自然に身を投ず

9月30日深夜から車を走らせ本島最北端の辺土岬に行った。

3時間の道のりである。月の明かりと満天の星が降り注ぐ天空に身も心も奪われて釘付けになり、北の空に一際大きく輝くはいむるぶし(北極星)を見つめ真言を誦えていると、時の過ぎ去るの忘れ、10月1日朝の5時になっていた。

今度は東海岸に回り、日の出を拝もうと移動した。伊江部落の海岸につき、うっすらと明るくなった空の下、足跡のない砂浜に真新しい足跡をつけながら、端から端まで散策した。
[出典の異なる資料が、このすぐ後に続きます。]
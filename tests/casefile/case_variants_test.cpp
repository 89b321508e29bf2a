// Variant and sweep resolution, and the write/read round trip.
#include "case_test_support.hpp"

#include "plystrain/solver/case_variants.hpp"
#include "plystrain/solver/case_writer.hpp"

using namespace plystrain;

namespace {

CaseSpec good_case(const std::string& name) {
  return read_case(test::case_data("good") / name, test::test_library());
}

const ResolvedCase& named(const std::vector<ResolvedCase>& cases, const std::string& name) {
  for (const ResolvedCase& resolved : cases) {
    if (resolved.name == name) {
      return resolved;
    }
  }
  FAIL("no resolved case " << name);
  throw std::logic_error("unreachable");
}

// Writes `spec` and reads the text back as the same file.
CaseSpec round_trip(const CaseSpec& spec) {
  return read_case_text(write_case_toml(spec), spec.source, test::test_library());
}

}  // namespace

TEST_CASE("a variant that removes layers drops their defects", "[casefile][variants]") {
  const CaseSpec base = good_case("every-key-stretch.toml");
  const std::vector<ResolvedCase> variants = resolve_variants(base);
  REQUIRE(variants.size() == 2);
  const ResolvedCase& bare = named(variants, "bare");
  CHECK(bare.description == "remove cap, glue");
  REQUIRE(bare.spec.layers.size() == 3);
  CHECK(bare.spec.layers.back().name.value == "film");
  CHECK(bare.spec.find_layer("cap") == nullptr);
  CHECK(bare.spec.defects.size() == 3);  // none of the defects was in a removed layer
  CHECK(bare.spec.variants.empty());
  CHECK_FALSE(bare.spec.sweep.has_value());
  CHECK(bare.spec.report.out.value == base.report.out.value / "bare");

  // Removing the layer that holds a defect removes the defect too.
  std::string text = test::minimal_case();
  text +=
      "\n[[defect]]\nkind = \"slit\"\nlayer = \"film\"\nsize = 2\n"
      "\n[[defect]]\nkind = \"delamination\"\nbelow = \"base\"\nsize = 8\n"
      "\n[[variant]]\nname = \"no-film\"\nremove = [\"film\"]\n";
  const CaseSpec with_defects = read_case_text(text, "remove.toml", test::test_library());
  const ResolvedCase no_film = resolve_variants(with_defects).front();
  CHECK(no_film.spec.layers.size() == 1);
  CHECK(no_film.spec.defects.empty());  // the delamination was under the (removed) top interface
}

TEST_CASE("removing the encapsulant leaves a pinhole empty", "[casefile][variants]") {
  std::string text = test::minimal_case();
  text += "\n[[layer]]\nname = \"cap\"\nrole = \"encapsulant\"\nmaterial = \"parylene-c\"\n"
          "thickness = 2\n";
  text.insert(text.find("[load]"), "[[defect]]\nkind = \"slit\"\nlayer = \"film\"\nsize = 2\n\n");
  text += "\n[[variant]]\nname = \"bare\"\nremove = [\"cap\"]\n";
  // Keep [[layer]] tables before [load] is not required by TOML: the reader sees tables.
  const CaseSpec base = read_case_text(text, "bare.toml", test::test_library());
  CHECK(base.defects[0].fill.value == DefectFill::above);
  const ResolvedCase bare = resolve_variants(base).front();
  CHECK(bare.spec.defects[0].fill.value == DefectFill::empty);
}

TEST_CASE("set changes keys by dotted path, in the case's unit", "[casefile][variants]") {
  const CaseSpec base = good_case("every-key-stretch.toml");
  const std::vector<ResolvedCase> variants = resolve_variants(base);
  const ResolvedCase& thick = named(variants, "thick-film");
  const CaseSpec& spec = thick.spec;
  CHECK(spec.layers[2].thickness.value == Approx(0.2).epsilon(1e-12));  // 200 nm
  CHECK(spec.layers[2].thickness.given);
  CHECK(spec.defects[0].size.value == Approx(4.0).epsilon(1e-12));
  CHECK(spec.load.strain.value == 0.3);
  CHECK(spec.mesh.order.value == 2);
  CHECK(spec.report.fields.value);
  CHECK(spec.geometry.width.value == Approx(150.0).epsilon(1e-12));
  CHECK(spec.title.value == "thicker film");
  // Derived defaults follow the change: size_far = width / 40 was given in the base.
  CHECK(spec.mesh.size_far.value == base.mesh.size_far.value);
  // Values the variant did not touch stay.
  CHECK(spec.layers[0].thickness.value == base.layers[0].thickness.value);
  // Each change keeps the line of its `set`.
  CHECK(spec.load.strain.where.line == base.variants[1].set.front().where.line);
}

TEST_CASE("derived defaults are recomputed for a variant", "[casefile][variants]") {
  std::string text = test::minimal_case();
  text += "\n[[variant]]\nname = \"thinner\"\nset = { layer.film.thickness = 0.04, "
          "geometry.width = 80 }\n";
  const CaseSpec base = read_case_text(text, "derived.toml", test::test_library());
  CHECK(base.mesh.size_near.value == Approx(0.05));
  const CaseSpec spec = resolve_variants(base).front().spec;  // a copy: the vector is a temporary
  CHECK(spec.mesh.size_near.value == Approx(0.02));          // thinnest / 2
  CHECK(spec.report.averaging_radius.value == Approx(0.02));  // thinnest / 2
  CHECK(spec.mesh.size_far.value == Approx(2.0));             // width / 40
  CHECK(spec.mesh.grade_over.value == Approx(20.0));          // 10 * size_far
}

TEST_CASE("a variant that changes the load kind drops keys that no longer apply",
          "[casefile][variants]") {
  std::string text = test::minimal_case();
  text += "\n[[variant]]\nname = \"bent\"\nset = { \"load.kind\" = \"bend\", \"load.radius\" = "
          "[2000, -2000] }\n";
  const CaseSpec base = read_case_text(text, "kind.toml", test::test_library());
  const CaseSpec spec = resolve_variants(base).front().spec;  // a copy: the vector is a temporary
  CHECK(spec.load.kind.value == LoadKind::bend);
  CHECK(spec.load.radius.value == std::vector<double>{2000.0, -2000.0});
  CHECK_FALSE(spec.load.strain.given);
  CHECK(spec.load.lateral.value.mode == LateralMode::held);

  // Without the radius the bent variant is incomplete: the error names the variant.
  std::string incomplete = test::minimal_case();
  incomplete += "\n[[variant]]\nname = \"bent\"\nset = { \"load.kind\" = \"bend\" }\n";
  const InputError error = test::input_error_of_text(incomplete, "kind.toml");
  CHECK(error.problems().front().key_path == "load.radius");
  CHECK_THAT(error.problems().front().message, Catch::Matchers::Contains("variant \"bent\""));
}

TEST_CASE("set values are checked against the key table", "[casefile][variants]") {
  const auto refused = [](const std::string& change, const std::string& fragment) {
    std::string text = test::minimal_case();
    text += "\n[[variant]]\nname = \"v\"\nset = { " + change + " }\n";
    const InputError error = test::input_error_of_text(text, "set.toml");
    INFO(error.what());
    CHECK(error.problems().front().where.line == 25);
    CHECK_THAT(error.problems().front().message, Catch::Matchers::Contains(fragment));
  };
  refused("\"mesh.order\" = 3", "expected integer >= 1, <= 2, found 3");
  refused("\"mesh.order\" = 1.5", "expected an integer");
  refused("\"layer.film.role\" = \"absorber\"", "expected \"substrate\"");
  refused("\"layer.filn.thickness\" = 1", "did you mean \"film\"");
  refused("\"defect.1.size\" = 1", "expected a defect index from 1 to 0");
  refused("\"units\" = \"nm\"", "cannot be changed");
  refused("\"layer.film.name\" = \"x\"", "cannot be changed");
  refused("\"colour\" = 1", "unknown key");
  refused("\"load.kind\" = \"twist\"", "expected \"stretch\", \"bend\" or \"conform\"");
}

TEST_CASE("a sweep from, to, count gives linearly spaced runs", "[casefile][sweep]") {
  const CaseSpec base = good_case("every-key-stretch.toml");
  const std::vector<ResolvedCase> runs = resolve_sweep(base);
  REQUIRE(runs.size() == 3);
  const double expected[] = {0.05, 0.1, 0.15};  // 50, 100, 150 nm in micrometres
  for (std::size_t i = 0; i < runs.size(); ++i) {
    CHECK(runs[i].name == "sweep-" + std::to_string(i + 1));
    CHECK(runs[i].spec.layers[2].thickness.value == Approx(expected[i]).epsilon(1e-12));
    CHECK(runs[i].spec.report.out.value == base.report.out.value / runs[i].name);
    CHECK(runs[i].spec.variants.empty());
  }
  CHECK(runs[1].description == "layer.film.thickness = 100.0");
}

TEST_CASE("a sweep of values may hold arrays", "[casefile][sweep]") {
  const CaseSpec base = good_case("every-key-bend.toml");
  const std::vector<ResolvedCase> runs = resolve_sweep(base);
  REQUIRE(runs.size() == 2);
  CHECK(runs[0].spec.load.radius.value == std::vector<double>{2500.0});
  CHECK(runs[1].spec.load.radius.value.size() == 2);
  CHECK(runs[1].spec.load.radius.value[1] == Approx(-10000.0));
  CHECK(resolve_sweep(resolve_sweep(base).front().spec).empty());
}

TEST_CASE("sweep errors", "[casefile][sweep]") {
  const auto refused = [](const std::string& sweep, const std::string& key,
                          const std::string& fragment) {
    const std::string text = std::string(test::minimal_case()) + "\n[sweep]\n" + sweep;
    const InputError error = test::input_error_of_text(text, "sweep.toml");
    INFO(error.what());
    CHECK(error.problems().front().key_path == key);
    CHECK(error.problems().front().where.line >= 23);
    CHECK_THAT(error.problems().front().message, Catch::Matchers::Contains(fragment));
  };
  refused("parameter = \"mesh.order\"\nfrom = 1\nto = 2\ncount = 2\n", "sweep.parameter",
          "use `values`");
  refused("parameter = \"load.strain\"\nfrom = 0.1\nto = 0.2\n", "sweep.count", "missing");
  refused("parameter = \"load.strain\"\nvalues = [0.1]\nfrom = 0.1\n", "sweep.values", "both");
  refused("parameter = \"load.strian\"\nvalues = [0.1]\n", "sweep.parameter", "did you mean");
  refused("parameter = \"load.strain\"\nfrom = 0.1\nto = -1.5\ncount = 3\n", "sweep",
          "expected fraction > -1");
  refused("values = [0.1]\n", "sweep.parameter", "missing");
  refused("parameter = \"load.strain\"\nvalues = [0.1]\nstep = 2\n", "sweep.step", "unknown key");
}

TEST_CASE("write_case_toml reads back as the same case", "[casefile][roundtrip]") {
  for (const char* name : {"every-key-stretch.toml", "every-key-bend.toml", "every-key-press.toml",
                           "every-key-ellipsoid.toml", "every-key-profile.toml"}) {
    INFO(name);
    const CaseSpec spec = good_case(name);
    const CaseSpec again = round_trip(spec);
    CHECK(again == spec);
    // Writing is stable: the second text is the first.
    CHECK(write_case_toml(again) == write_case_toml(spec));
  }
  const CaseSpec minimal =
      read_case_text(test::minimal_case(), "minimal.toml", test::test_library());
  const std::string text = write_case_toml(minimal);
  CHECK_THAT(text, Catch::Matchers::Contains("# size_near = 0.05  # default"));
  CHECK(round_trip(minimal) == minimal);
}

TEST_CASE("a resolved variant written out reads back as itself", "[casefile][roundtrip]") {
  const CaseSpec base = good_case("every-key-stretch.toml");
  for (const ResolvedCase& variant : resolve_variants(base)) {
    INFO(variant.name);
    CHECK(round_trip(variant.spec) == variant.spec);
  }
  for (const ResolvedCase& run : resolve_sweep(base)) {
    CHECK(round_trip(run.spec) == run.spec);
  }
}

TEST_CASE("case equality sees a changed value", "[casefile][roundtrip]") {
  const CaseSpec spec = good_case("every-key-press.toml");
  CaseSpec changed = spec;
  changed.load.travel.value *= 1.2;
  CHECK_FALSE(changed == spec);
  CHECK_FALSE(round_trip(changed) == spec);
}
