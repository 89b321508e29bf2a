// The stack's load-transfer length, the zone of influence of a defect and
// the width a case chooses when it gives none.
#include "case_test_support.hpp"

#include "plystrain/solver/material_library.hpp"
#include "plystrain/solver/zone_of_influence.hpp"

#include <cmath>

using plystrain::CaseSpec;
using plystrain::read_case_text;
namespace test = plystrain::test;

namespace {

// A film of `film_thickness` um of p3ht on a base of `base_thickness` um of
// silicone-10to1 with a slit of 2 um, no width given.
std::string film_on_base(double base_thickness, double film_thickness) {
  return "format = 1\n[geometry]\nshape = \"strip\"\n"
         "[[layer]]\nname = \"base\"\nrole = \"substrate\"\nmaterial = \"silicone-10to1\"\n"
         "thickness = " +
         std::to_string(base_thickness) +
         "\n"
         "[[layer]]\nname = \"film\"\nrole = \"active\"\nmaterial = \"p3ht\"\n"
         "thickness = " +
         std::to_string(film_thickness) +
         "\n"
         "[[defect]]\nkind = \"slit\"\nlayer = \"film\"\nsize = 2\n"
         "[load]\nkind = \"stretch\"\nstrain = 0.1\n";
}

double plane_modulus(const CaseSpec& spec, const std::string& key, double* shear = nullptr) {
  const auto& law = spec.library.find(key)->law;
  const double mu = plystrain::materials::initial_shear_modulus(law);
  const auto young =
      plystrain::materials::to_young_poisson(mu, plystrain::materials::initial_bulk_modulus(law));
  if (shear != nullptr) {
    *shear = mu;
  }
  return young.youngs_modulus / (1.0 - young.poisson_ratio * young.poisson_ratio);
}

}  // namespace

TEST_CASE("load-transfer length of a film on a deep and on a thin compliant base",
          "[casefile][zone]") {
  // Shear lag (derived in zone_of_influence.hpp): on a base deeper than the
  // length, the base holds the film like a half-space, k ~ Ebar_s / L, and
  // Ebar_f h_f u'' = k u gives L = Ebar_f h_f / Ebar_s; on a thin base it is
  // a shear layer, k = G_s / h_s, and L = sqrt(Ebar_f h_f h_s / G_s).
  {
    const CaseSpec deep =
        read_case_text(film_on_base(1000.0, 0.1), "deep.toml", plystrain::load_builtin_library());
    const double film = plane_modulus(deep, "p3ht");
    const double base = plane_modulus(deep, "silicone-10to1");
    const plystrain::StackScales scales = plystrain::stack_scales(deep.layers, deep.library);
    CHECK(scales.transfer_length == Approx(film * 0.1 / base).epsilon(1e-9));
    CHECK(scales.thickness == Approx(1000.1));
  }
  {
    const CaseSpec thin =
        read_case_text(film_on_base(5.0, 1.0), "thin.toml", plystrain::load_builtin_library());
    double shear = 0.0;
    const double film = plane_modulus(thin, "p3ht");
    static_cast<void>(plane_modulus(thin, "silicone-10to1", &shear));
    const plystrain::StackScales scales = plystrain::stack_scales(thin.layers, thin.library);
    CHECK(scales.transfer_length == Approx(std::sqrt(film * 1.0 * 5.0 / shear)).epsilon(1e-6));
  }
}

TEST_CASE("a case without a width is made wide enough to isolate its defects", "[casefile][zone]") {
  const CaseSpec spec =
      read_case_text(film_on_base(100.0, 0.1), "wide.toml", plystrain::load_builtin_library());
  const plystrain::StackScales scales = plystrain::stack_scales(spec.layers, spec.library);
  const double zone = plystrain::zone_of_influence(spec.defects[0], scales);
  // The slit reaches 1 um; its zone three transfer lengths (or three stack
  // thicknesses) further; the width covers that twice over.
  CHECK(zone == Approx(1.0 + 3.0 * std::max(scales.transfer_length, scales.thickness)));
  CHECK_FALSE(spec.geometry.width.given);
  CHECK(spec.geometry.width.value == Approx(1.0 + 2.0 * (zone - 1.0)));
  // The far mesh follows the width (width / 40), so the wide cell stays cheap.
  CHECK(spec.mesh.size_far.value == Approx(spec.geometry.width.value / 40.0));
}

TEST_CASE("a stated defect spacing sets the half-width, and width and spacing together are refused",
          "[casefile][zone]") {
  std::string text = film_on_base(100.0, 0.1);
  text.insert(text.find("[[layer]]"), "defect_spacing = 300\n");
  const CaseSpec row = read_case_text(text, "row.toml", plystrain::load_builtin_library());
  CHECK(row.geometry.width.value == Approx(150.0));
  CHECK(row.geometry.defect_spacing.given);

  text.insert(text.find("defect_spacing"), "width = 100\n");
  CHECK_THROWS_WITH(read_case_text(text, "both.toml", plystrain::load_builtin_library()),
                    Catch::Matchers::Contains("geometry.defect_spacing") &&
                        Catch::Matchers::Contains("either a width or a defect spacing"));
}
沖から聞える海鳴りと砂浜に打ち寄せる潮騒が魂を慰める。海に突き出た岩に腰掛て日の出を待った。

真言を誦えながら、太陽の再生を待つ。沖縄では太陽は死んで朝に蘇ると信じられていた。やがて雲に赤みが帯び、空が明るくなってきた。遥か水平線から力強くギラギラと光輝く太陽が顔をだしてきた。真言を誦える声にも力が入る。

ドドーと地割れする海鳴りとザザーと寄せては引き、引いては寄せる柔らかい潮騒に魂を洗われながら、太陽の力強いエネルギーを浴びて、真言の力で宇宙の佛、大日如来に包み込まれていく。自然に身を委ねると世間の垢が流される。

太陽が生まれ変わってそのエネルギーを全てに与えて命の躍動を促すように、人々も自然に身を投じて一心に感謝すれば、佛のエネルギーを全身に浴び生きる力がみなぎってくるだろう。

お大師さまは海や山野を闊歩して多くのエネルギーを身につけていたに違いない。